How rare earths determine our future

They're found in almost every modern device today: rare earths . This term refers to 17 metals such as yttrium, cerium, and europium. They're incorporated into modern technologies like cell phones, LEDs, and cameras. They can be used to make so-called permanent magnets—magnets that are small and lightweight, yet deliver high performance. Once manufactured, they retain their magnetic properties for decades.

This is why rare earths are essential for the construction of wind turbines and electric cars . They are also used in military applications such as fighter aircraft, submarines, laser guns, and defense technology.

Their strategic importance for trade and defense makes these metals extremely valuable. Two of them are particularly sought after: neodymium and praseodymium. They are the two most important elements for the production of permanent magnets.

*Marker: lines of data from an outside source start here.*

"""The desk end to end in a real browser: Debian's Chromium driven by Selenium and chromium-driver, headless.

A teacher adds a piece and a student, brings in three weekly takes of the demo waltz (each
with its own planted mistakes; see ``desk_takes/build_desk_takes.py``), watches them finish,
opens a take, clicks a finding, opens the full report and the page over the weeks, and
removes the student. A screenshot of each page is written to the test's folder (or to
``$TAKESCRIBE_DESK_SCREENSHOTS``). Skips with the reason where Chromium, its driver or
Selenium is missing.
"""

from __future__ import annotations

import os
import shutil
import time
from pathlib import Path

import pytest

from desk_takes.client import DEMO, WEEKS

webdriver = pytest.importorskip("selenium.webdriver", reason="selenium is not installed (pip install '.[test]')")
from selenium.webdriver.common.by import By  # noqa: E402
from selenium.webdriver.support import expected_conditions  # noqa: E402
from selenium.webdriver.support.ui import Select, WebDriverWait  # noqa: E402

CHROMIUM = shutil.which("chromium")
DRIVER = shutil.which("chromedriver")
pytestmark = [pytest.mark.slow, pytest.mark.skipif(
    CHROMIUM is None or DRIVER is None,
    reason="chromium and chromium-driver are not on PATH (Debian: apt-get install chromium chromium-driver)")]


@pytest.fixture
def browser():
    options = webdriver.ChromeOptions()
    options.binary_location = CHROMIUM
    for flag in ("--headless=new", "--no-sandbox", "--disable-dev-shm-usage", "--window-size=1200,1000",
                 "--autoplay-policy=no-user-gesture-required", "--mute-audio"):
        options.add_argument(flag)
    try:
        driver = webdriver.Chrome(service=webdriver.ChromeService(executable_path=DRIVER), options=options)
    except Exception as exc:   # a driver that does not match the browser, no display libraries...
        pytest.skip(f"Chromium could not be started by Selenium: {str(exc).splitlines()[0]}")
    yield driver
    driver.quit()


def _no_job_workers_left() -> None:
    """No job worker of the stopped desk is left (a leftover process can hang a CI run)."""
    psutil = pytest.importorskip("psutil")
    workers = []
    for process in psutil.Process().children(recursive=True):
        try:
            if "spawn_main" in " ".join(process.cmdline()) and process.status() != psutil.STATUS_ZOMBIE:
                workers.append(process.cmdline())
        except psutil.Error:   # ended meanwhile
            pass
    assert workers == [], workers


def _wait(driver, test, timeout=30.0):
    """Until ``test(driver)`` holds; a page being replaced (a stale or missing element) is looked at again."""
    from selenium.common.exceptions import NoSuchElementException, StaleElementReferenceException

    return WebDriverWait(driver, timeout, poll_frequency=0.3,
                         ignored_exceptions=(NoSuchElementException, StaleElementReferenceException)).until(
        lambda d: test(d))


def test_a_teacher_uses_the_desk_from_piece_to_removal(tmp_path, browser):
    from takescribe.desk import start_desk

    shots = Path(os.environ.get("TAKESCRIBE_DESK_SCREENSHOTS") or tmp_path / "screenshots")
    shots.mkdir(parents=True, exist_ok=True)

    def shot(name):
        browser.save_screenshot(str(shots / f"{len(list(shots.glob('*.png'))) + 1:02d}-{name}.png"))

    desk = start_desk(tmp_path / "lib", port=0, seed=False, workers=2)
    base = f"http://127.0.0.1:{desk.port}"
    try:
        browser.get(desk.url)   # the link the desk prints: sets the session key
        browser.get(base + "/pieces")
        browser.find_element(By.ID, "piece-title").send_keys("Lantern Waltz")
        browser.find_element(By.ID, "piece-part").send_keys(str(DEMO / "piano" / "part.musicxml"))
        browser.find_element(By.ID, "add-piece").click()
        _wait(browser, lambda d: "Lantern Waltz" in d.find_element(By.TAG_NAME, "table").text)
        shot("pieces")
        browser.get(base + "/students")
        browser.find_element(By.ID, "student-name").send_keys("Maren")
        browser.find_element(By.ID, "add-student").click()
        _wait(browser, lambda d: d.find_element(By.TAG_NAME, "h1").text == "Maren")
        shot("student-new")

        browser.get(base + "/bring-in")
        browser.find_element(By.ID, "files").send_keys("\n".join(str(p) for p in WEEKS))
        _wait(browser, lambda d: len(d.find_elements(By.CSS_SELECTOR, "#list tbody tr")) == 3)
        rows = browser.find_elements(By.CSS_SELECTOR, "#list tbody tr")
        # the guess from "maren lantern waltz 2026-11-02.ogg": student, piece and date filled in
        assert all(Select(r.find_element(By.CLASS_NAME, "student")).first_selected_option.text == "Maren" for r in rows)
        assert all(Select(r.find_element(By.CLASS_NAME, "piece")).first_selected_option.text == "Lantern Waltz"
                   for r in rows)
        assert [r.find_element(By.CLASS_NAME, "date").get_attribute("value") for r in rows] == \
            ["2026-11-02", "2026-11-09", "2026-11-16"]
        shot("bring-in-chosen")
        browser.find_element(By.ID, "send-all").click()
        _wait(browser, lambda d: len(d.find_elements(By.CSS_SELECTOR, "[data-job]")) == 3)
        # states, not times: a job taken by a worker, then all three done (the bounds only stop a
        # broken desk; worker start-up and three analyses take about 30 s on a quiet 2-core machine)
        _wait(browser, lambda d: any(e.get_attribute("data-state") != "queued"
                                     for e in d.find_elements(By.CSS_SELECTOR, "[data-job]")), timeout=120)
        shot("bring-in-running")
        _wait(browser, lambda d: all(e.get_attribute("data-state") in ("done", "failed", "refused")
                                     for e in d.find_elements(By.CSS_SELECTOR, "[data-job]")), timeout=240)
        states = [e.get_attribute("data-state") for e in browser.find_elements(By.CSS_SELECTOR, "[data-job]")]
        assert states == ["done"] * 3, [e.text for e in browser.find_elements(By.CSS_SELECTOR, "[data-job]")]
        shot("bring-in-finished")

        browser.find_elements(By.CSS_SELECTOR, "[data-job] a.open")[0].click()
        _wait(browser, lambda d: d.find_elements(By.CLASS_NAME, "finding"))
        finding = browser.find_elements(By.CLASS_NAME, "finding")[0]
        clicked = time.monotonic()
        finding.click()
        assert "playing" in finding.get_attribute("class")
        start = max(float(finding.get_attribute("data-time")) - 1.0, 0.0)
        _wait(browser, lambda d: d.execute_script("return document.getElementById('player').readyState") >= 1)
        at = browser.execute_script("return document.getElementById('player').currentTime")
        # the passage, from a second before: playing at speed 1 cannot have gone further than the
        # seconds since the click, however slowly this machine answered
        assert start - 0.05 <= at <= start + (time.monotonic() - clicked) + 0.05, (start, at)
        shot("take")
        browser.find_element(By.ID, "open-report").click()
        # the practice report as the CLI writes it (report/page.py: "<piece>: listening notes")
        _wait(browser, lambda d: d.current_url.endswith("/report") and d.title.endswith("listening notes")
              and d.execute_script("return document.readyState") == "complete")
        shot("report")

        browser.back()
        _wait(browser, lambda d: d.find_elements(By.PARTIAL_LINK_TEXT, "over the weeks"))
        browser.find_element(By.PARTIAL_LINK_TEXT, "over the weeks").click()
        _wait(browser, lambda d: d.find_elements(By.CSS_SELECTOR, "svg.grid"))
        marks = browser.find_elements(By.CSS_SELECTOR, "svg.grid circle")
        recurring = browser.find_element(By.CLASS_NAME, "recurring").text
        # the pause before bar 12 was planted in all three weeks (build_desk_takes.WEEKS)
        assert len(marks) >= 3 and "bar 12: findings in 3 of 3 takes" in recurring
        shot("over-the-weeks")

        browser.get(base + "/students")
        browser.find_element(By.LINK_TEXT, "Maren").click()
        _wait(browser, lambda d: d.find_elements(By.ID, "remove-student"))
        shot("student-with-takes")
        browser.find_element(By.ID, "remove-student").click()
        WebDriverWait(browser, 30).until(expected_conditions.alert_is_present()).accept()
        _wait(browser, lambda d: d.find_elements(By.ID, "message"))
        message = browser.find_element(By.ID, "message").text
        assert message.startswith("Removed Maren: 3 takes") and "every database row" in message
        shot("removed")
        assert not list((desk.library.root / "audio").iterdir())
        assert not list((desk.library.root / "outputs").iterdir())
    finally:
        desk.stop()   # the server, the job feeder and its worker processes
    _no_job_workers_left()
    assert len(list(shots.glob("*.png"))) == 10
    print(f"screenshots: {shots}")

Their current market prices are around €55 per kilogram. Terbium is even more valuable; one kilogram can cost up to €850.

Rare earths are not that rare – and yet scarce

The term "rare earths" has become commonplace, but it's misleading. Contrary to what the name suggests, these elements are quite common in rock and can be mined anywhere in the world.

The problem is that it's often not profitable. Industrial mining is only worthwhile where they occur in sufficiently large concentrations. And such regions are rare.

China | Baotou | Rare earth mining — This is what the mining of rare earths looks like: in liquid form, the earths are pumped through pipes into a lake in Baotou, China. Image: Weng Huan/Chinafotopress/dpa/picture alliance

According to a study by the United States Geological Survey (USGS), a leading mapping institute in the United States, 70% of all rare earths are currently mined in China . A large portion of the metals comes from the Bayan-Obi mine in northern China.

This mine is geopolitically significant. It is much larger than the next largest rare earth deposits in Australia and Greenland. And all the elements essential for the production of permanent magnets are found there.

China's monopoly on rare earths

After mining from the earth, a complex process begins: The elements are separated and refined in a highly specialized process to make them usable for subsequent processing. This process also takes place predominantly in China. This is why the country not only supplies the world's largest number of rare earths, but also the largest number of permanent magnets.

China's monopoly becomes particularly clear when one divides rare earths into light, medium, and heavy. The light elements—with the exception of neodymium and praseodymium—are generally less valuable, more abundant, and easier to obtain. They are easier to separate from the minerals in which they occur. The European Union imports 80-100% of its light rare earths from China.

The heavier earths, on the other hand, are generally rarer and have to undergo even more complex separation processes; they currently come 100% from China.

At the port of Lianyungang in the Chinese province of Jiangsu, large cranes stand in front of mountains of rare earths that are being loaded into containers by excavators — Rare earths brought to light are exported all over the world in large container ships, as here in the port of Lianyungang in the Chinese province of Jiangsu. Image: REUTERS

How the EU and USA want to become more independent

Many Western countries are concerned about China's monopoly . Therefore, in recent years, the EU and the US have begun to mine these valuable raw materials themselves . This is done, for example, through so-called urban mining – a process in which rare earths are recovered from waste. Old devices such as cell phones, laptops, and even beverage cans are recycled for this purpose.

Three rare earths lie in differently colored piles on a table — Recycling neodymium-iron-boron (here on the right) from the magnets of old wind turbines can make Europe more independent of Chinese raw materials . Image: Frank Rumpenhorst/dpa/picture alliance

In 2024, the EU passed a law on critical raw materials, which aims to make supply chains more independent and build domestic capacities. It sets non-binding targets for how much of these raw materials should be extracted within the EU by 2030. This will allow strategic projects to be located in EU member states and partner countries such as Norway. The EU also hopes that this will facilitate access to funding and enable fast-track approval procedures.

The United States is also investing heavily in domestic production. The American defense company aims to create its own supply chain by 2027, promising value creation "from mine to magnet" in the United States. Another focus is on potential production areas such as Ukraine and Greenland .

Both countries are of particular interest to US President Donald Trump because they theoretically possess large reserves. However, these reserves have so far been difficult to access. The realistic prospect of exploitation there is therefore uncertain.

The article was adapted from English.